Dataset entries ▸
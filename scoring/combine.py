"""The combined score and the ranking of candidate summaries.

Formula (one place; ``CombineConfig.describe()`` is the text every report and help prints):

    combined = (w_agreement * agreement + w_coverage * coverage + w_fluency * fluency) / (sum of the weights used)

(the weights are ``CombineConfig.weights``, by scorer name; each scorer's value is its result's ``unit``)

all three in [0, 1]: ``coverage`` is the coverage scorer's ``share`` (the part of the model's
uncertainty about the blanked key words that the summary removes, clipped to [0, 1]),
``fluency`` the fluency scorer's bounded value, ``agreement`` the candidate's mean ROUGE-2 F1
against the other candidates of the same source (``scoring.agreement``). Agreement exists only
when there are at least three candidates; without it the formula is the same with its weight
left out (coverage 0.75, fluency 0.25 after normalising).

Weights 0.5 / 0.375 / 0.125: agreement half, the other half split 3:1 between coverage (what the
tool is for) and fluency (a guard against compressed text that no longer reads). Chosen on 30
SQuALITY train stories (``bench/results/ranking_tuning_train.json``): the candidates' mean
Kendall tau with ROUGE-2 against the human summaries was 0.244 with these weights, against 0.109
with coverage and fluency alone; agreement weights from 0.25 to 4 times that of coverage plus
fluency gave 0.22 to 0.25. A candidate over its word budget is flagged and always ranked after
every candidate within budget; ties break on coverage, then on the order given.
"""

from __future__ import annotations

from collections.abc import Mapping
from dataclasses import dataclass, field, replace

from scoring.base import Signature


@dataclass(frozen=True)
class CombineConfig:
    """Weights of the scorers that enter the combined score, by registry name (order = the order
    the formula is written in). A scorer whose result is missing (agreement with fewer than
    three candidates) is left out and the other weights are normalised."""

    weights: tuple[tuple[str, float], ...] = (("agreement", 0.5), ("coverage", 0.375), ("fluency", 0.125))

    def __post_init__(self):
        object.__setattr__(self, "weights", tuple((str(n), float(w)) for n, w in dict(self.weights).items()))
        if any(w < 0 for _, w in self.weights) or sum(w for n, w in self.weights if n != "agreement") <= 0:
            raise ValueError("weights must be non-negative, and not all zero apart from agreement's")

    def signature(self) -> Signature:
        return Signature.build("combined", {**dict(self.weights), "over_budget": "ranked-last"})

    def describe(self, agreement: bool = True) -> str:
        """The formula in words, with the weights normalised as they are applied."""
        parts = [(name, w) for name, w in self.weights if agreement or name != "agreement"]
        total = sum(w for _, w in parts)
        text = " + ".join(f"{w / total:.3g} {name}" for name, w in parts if w > 0)
        return text + ("" if agreement else " (agreement needs 3 or more candidates)")

    def value(self, units: Mapping[str, float | None]) -> float:
        """The combined score from each scorer's value in [0, 1] (its result's ``unit``); a
        scorer given as None is left out."""
        used = [(w, units[name]) for name, w in self.weights if units.get(name) is not None]
        weights = sum(w for w, _ in used)
        return round(sum(w * min(1.0, max(0.0, u)) for w, u in used) / weights, 6) if weights else 0.0


@dataclass(frozen=True)
class Candidate:
    """One summary with every score boildown computed for it (``scores``: registry name ->
    result, or None where a scorer ran but had nothing to say, e.g. agreement of a pool of two)."""

    name: str
    text: str
    words: int
    budget: int | None
    scores: Mapping[str, object]
    combined: float
    rank: int = 0
    extra: dict = field(default_factory=dict)
    combine: CombineConfig = CombineConfig()  # the configuration that computed ``combined``

    # the scorers every report shows by name
    coverage = property(lambda self: self.scores["coverage"])
    fluency = property(lambda self: self.scores["fluency"])
    agreement = property(lambda self: self.scores.get("agreement"))
    rouge = property(lambda self: self.scores.get("rouge"))
    bertscore = property(lambda self: self.scores.get("bertscore"))

    @property
    def over_budget(self) -> bool:
        return self.budget is not None and self.words > self.budget

    def signatures(self) -> tuple:
        """The signature of every score this candidate carries, in report order."""
        return tuple(r.signature for r in self.scores.values() if r is not None)

    def to_dict(self) -> dict:
        out = {"rank": self.rank, "name": self.name, "words": self.words, "budget": self.budget,
               "over_budget": self.over_budget, "combined": self.combined}
        out.update({name: r.to_dict() if r is not None else None for name, r in self.scores.items()})
        out["text"] = self.text
        out.update(self.extra)
        return out


def combined_score(coverage_share: float, fluency: float, agreement: float | None = None,
                   config: CombineConfig = CombineConfig()) -> float:
    """``config.value`` for the three scorers of the default formula."""
    return config.value({"coverage": coverage_share, "fluency": fluency, "agreement": agreement})


def rank(candidates: list[Candidate]) -> list[Candidate]:
    """Within-budget first, then by combined score, then coverage; ranks start at 1."""
    order = sorted(
        range(len(candidates)),
        key=lambda i: (candidates[i].over_budget, -candidates[i].combined, -candidates[i].coverage.share, i),
    )
    return [replace(candidates[i], rank=n + 1) for n, i in enumerate(order)]
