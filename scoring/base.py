"""Shared result types: the reproducibility signature every score carries.

A signature lists, in a fixed order, every setting and version that a score depends on. It
prints as one line (easy to paste into a paper or a bug report) and serialises to JSON with the
same facts as separate keys.
"""

from __future__ import annotations

import functools
import importlib.metadata
from dataclasses import dataclass


@functools.cache
def package_version(name: str) -> str:
    """Installed version of a distribution, or "none" when it is not installed."""
    try:
        return importlib.metadata.version(name)
    except importlib.metadata.PackageNotFoundError:
        return "none"


def project_version() -> str:
    return package_version("boildown")


@dataclass(frozen=True)
class Signature:
    """Every setting and version behind one score.

    One line of text, e.g. ``coverage(model=smollm2-135m@b179c952, dtype=float32, keywords=40)
    on boildown 0.1.0, torch 2.13.0``: the scorer's name, its settings in brackets in the
    scorer's own order, then the versions of boildown and of the libraries the score depends
    on. JSON carries the same facts as separate keys: ``{"name", "settings", "versions", "text"}``.
    """

    name: str
    settings: tuple[tuple[str, str], ...]
    versions: tuple[tuple[str, str], ...] = ()

    @classmethod
    def build(cls, name: str, settings: dict, libraries: tuple[str, ...] = ()) -> "Signature":
        """Settings in the caller's order; boildown's version, then each library's."""
        versions = (("boildown", project_version()),) + tuple((lib, package_version(lib)) for lib in libraries)
        return cls(name, tuple((key, _fmt(value)) for key, value in settings.items()), versions)

    def __str__(self) -> str:
        inside = ", ".join(f"{key}={_quote(value)}" for key, value in self.settings)
        line = f"{self.name}({inside})"
        if self.versions:
            line += " on " + ", ".join(f"{lib} {version}" for lib, version in self.versions)
        return line

    def to_dict(self) -> dict:
        return {"name": self.name, "settings": dict(self.settings), "versions": dict(self.versions), "text": str(self)}


def _quote(value: str) -> str:
    """A value as the one-line form prints it: quoted when it holds a separator or a bracket."""
    return f'"{value}"' if not value or any(ch in value for ch in ',()= "') else value


def _fmt(value) -> str:
    if isinstance(value, bool):
        return "yes" if value else "no"
    if isinstance(value, float):
        return f"{value:g}"
    return str(value)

Assignment ▸
Full transcription, please: every entry, exactly as written.

Exercise response ▸
filename scoring/combine.py
"""The combined score and the ranking of candidate summaries.

Formula (one place; ``CombineConfig.describe()`` is the text every report and help prints):

    combined = (w_agreement * agreement + w_coverage * coverage + w_fluency * fluency) / (sum of the weights used)

(the weights are ``CombineConfig.weights``, by scorer name; each scorer's value is its result's ``unit``)

all three in [0, 1]: ``coverage`` is the coverage scorer's ``share`` (the part of the model's
uncertainty about the blanked key words that the summary removes, clipped to [0, 1]),
``fluency`` the fluency scorer's bounded value, ``agreement`` the candidate's mean ROUGE-2 F1
against the other candidates of the same source (``scoring.agreement``). Agreement exists only
when there are at least three candidates; without it the formula is the same with its weight
left out (coverage 0.75, fluency 0.25 after normalising).

Weights 0.5 / 0.375 / 0.125: agreement half, the other half split 3:1 between coverage (what the
tool is for) and fluency (a guard against compressed text that no longer reads). Chosen on 30
SQuALITY train stories (``bench/results/ranking_tuning_train.json``): the candidates' mean
Kendall tau with ROUGE-2 against the human summaries was 0.244 with these weights, against 0.109
with coverage and fluency alone; agreement weights from 0.25 to 4 times that of coverage plus
fluency gave 0.22 to 0.25. A candidate over its word budget is flagged and always ranked after
every candidate within budget; ties break on coverage, then on the order given.
"""

from __future__ import annotations

from collections.abc import Mapping
from dataclasses import dataclass, field, replace

from scoring.base import Signature


@dataclass(frozen=True)
class CombineConfig:
    """Weights of the scorers that enter the combined score, by registry name (order = the order
    the formula is written in). A scorer whose result is missing (agreement with fewer than
    three candidates) is left out and the other weights are normalised."""

    weights: tuple[tuple[str, float], ...] = (("agreement", 0.5), ("coverage", 0.375), ("fluency", 0.125))

    def __post_init__(self):
        object.__setattr__(self, "weights", tuple((str(n), float(w)) for n, w in dict(self.weights).items()))
        if any(w < 0 for _, w in self.weights) or sum(w for n, w in self.weights if n != "agreement") <= 0:
            raise ValueError("weights must be non-negative, and not all zero apart from agreement's")

    def signature(self) -> Signature:
        return Signature.build("combined", {**dict(self.weights), "over_budget": "ranked-last"})

    def describe(self, agreement: bool = True) -> str:
        """The formula in words, with the weights normalised as they are applied."""
        parts = [(name, w) for name, w in self.weights if agreement or name != "agreement"]
        total = sum(w for _, w in parts)
        text = " + ".join(f"{w / total:.3g} {name}" for name, w in parts if w > 0)
        return text + ("" if agreement else " (agreement needs 3 or more candidates)")

    def value(self, units: Mapping[str, float | None]) -> float:
        """The combined score from each scorer's value in [0, 1] (its result's ``unit``); a
        scorer given as None is left out."""
        used = [(w, units[name]) for name, w in self.weights if units.get(name) is not None]
        weights = sum(w for w, _ in used)
        return round(sum(w * min(1.0, max(0.0, u)) for w, u in used) / weights, 6) if weights else 0.0


@dataclass(frozen=True)
class Candidate:
    """One summary with every score boildown computed for it (``scores``: registry name ->
    result, or None where a scorer ran but had nothing to say, e.g. agreement of a pool of two)."""

    name: str
    text: str
    words: int
    budget: int | None
    scores: Mapping[str, object]
    combined: float
    rank: int = 0
    extra: dict = field(default_factory=dict)
    combine: CombineConfig = CombineConfig()  # the configuration that computed ``combined``

    # the scorers every report shows by name
    coverage = property(lambda self: self.scores["coverage"])
    fluency = property(lambda self: self.scores["fluency"])
    agreement = property(lambda self: self.scores.get("agreement"))
    rouge = property(lambda self: self.scores.get("rouge"))
    bertscore = property(lambda self: self.scores.get("bertscore"))

    @property
    def over_budget(self) -> bool:
        return self.budget is not None and self.words > self.budget

    def signatures(self) -> tuple:
        """The signature of every score this candidate carries, in report order."""
        return tuple(r.signature for r in self.scores.values() if r is not None)

    def to_dict(self) -> dict:
        out = {"rank": self.rank, "name": self.name, "words": self.words, "budget": self.budget,
               "over_budget": self.over_budget, "combined": self.combined}
        out.update({name: r.to_dict() if r is not None else None for name, r in self.scores.items()})
        out["text"] = self.text
        out.update(self.extra)
        return out


def combined_score(coverage_share: float, fluency: float, agreement: float | None = None,
                   config: CombineConfig = CombineConfig()) -> float:
    """``config.value`` for the three scorers of the default formula."""
    return config.value({"coverage": coverage_share, "fluency": fluency, "agreement": agreement})


def rank(candidates: list[Candidate]) -> list[Candidate]:
    """Within-budget first, then by combined score, then coverage; ranks start at 1."""
    order = sorted(
        range(len(candidates)),
        key=lambda i: (candidates[i].over_budget, -candidates[i].combined, -candidates[i].coverage.share, i),
    )
    return [replace(candidates[i], rank=n + 1) for n, i in enumerate(order)]
filename scoring/base.py
"""Shared result types: the reproducibility signature every score carries.

A signature lists, in a fixed order, every setting and version that a score depends on. It
prints as one line (easy to paste into a paper or a bug report) and serialises to JSON with the
same facts as separate keys.
"""

from __future__ import annotations

import functools
import importlib.metadata
from dataclasses import dataclass


@functools.cache
def package_version(name: str) -> str:
    """Installed version of a distribution, or "none" when it is not installed."""
    try:
        return importlib.metadata.version(name)
    except importlib.metadata.PackageNotFoundError:
        return "none"


def project_version() -> str:
    return package_version("boildown")


@dataclass(frozen=True)
class Signature:
    """Every setting and version behind one score.

    One line of text, e.g. ``coverage(model=smollm2-135m@b179c952, dtype=float32, keywords=40)
    on boildown 0.1.0, torch 2.13.0``: the scorer's name, its settings in brackets in the
    scorer's own order, then the versions of boildown and of the libraries the score depends
    on. JSON carries the same facts as separate keys: ``{"name", "settings", "versions", "text"}``.
    """

    name: str
    settings: tuple[tuple[str, str], ...]
    versions: tuple[tuple[str, str], ...] = ()

    @classmethod
    def build(cls, name: str, settings: dict, libraries: tuple[str, ...] = ()) -> "Signature":
        """Settings in the caller's order; boildown's version, then each library's."""
        versions = (("boildown", project_version()),) + tuple((lib, package_version(lib)) for lib in libraries)
        return cls(name, tuple((key, _fmt(value)) for key, value in settings.items()), versions)

    def __str__(self) -> str:
        inside = ", ".join(f"{key}={_quote(value)}" for key, value in self.settings)
        line = f"{self.name}({inside})"
        if self.versions:
            line += " on " + ", ".join(f"{lib} {version}" for lib, version in self.versions)
        return line

    def to_dict(self) -> dict:
        return {"name": self.name, "settings": dict(self.settings), "versions": dict(self.versions), "text": str(self)}


def _quote(value: str) -> str:
    """A value as the one-line form prints it: quoted when it holds a separator or a bracket."""
    return f'"{value}"' if not value or any(ch in value for ch in ',()= "') else value


def _fmt(value) -> str:
    if isinstance(value, bool):
        return "yes" if value else "no"
    if isinstance(value, float):
        return f"{value:g}"
    return str(value)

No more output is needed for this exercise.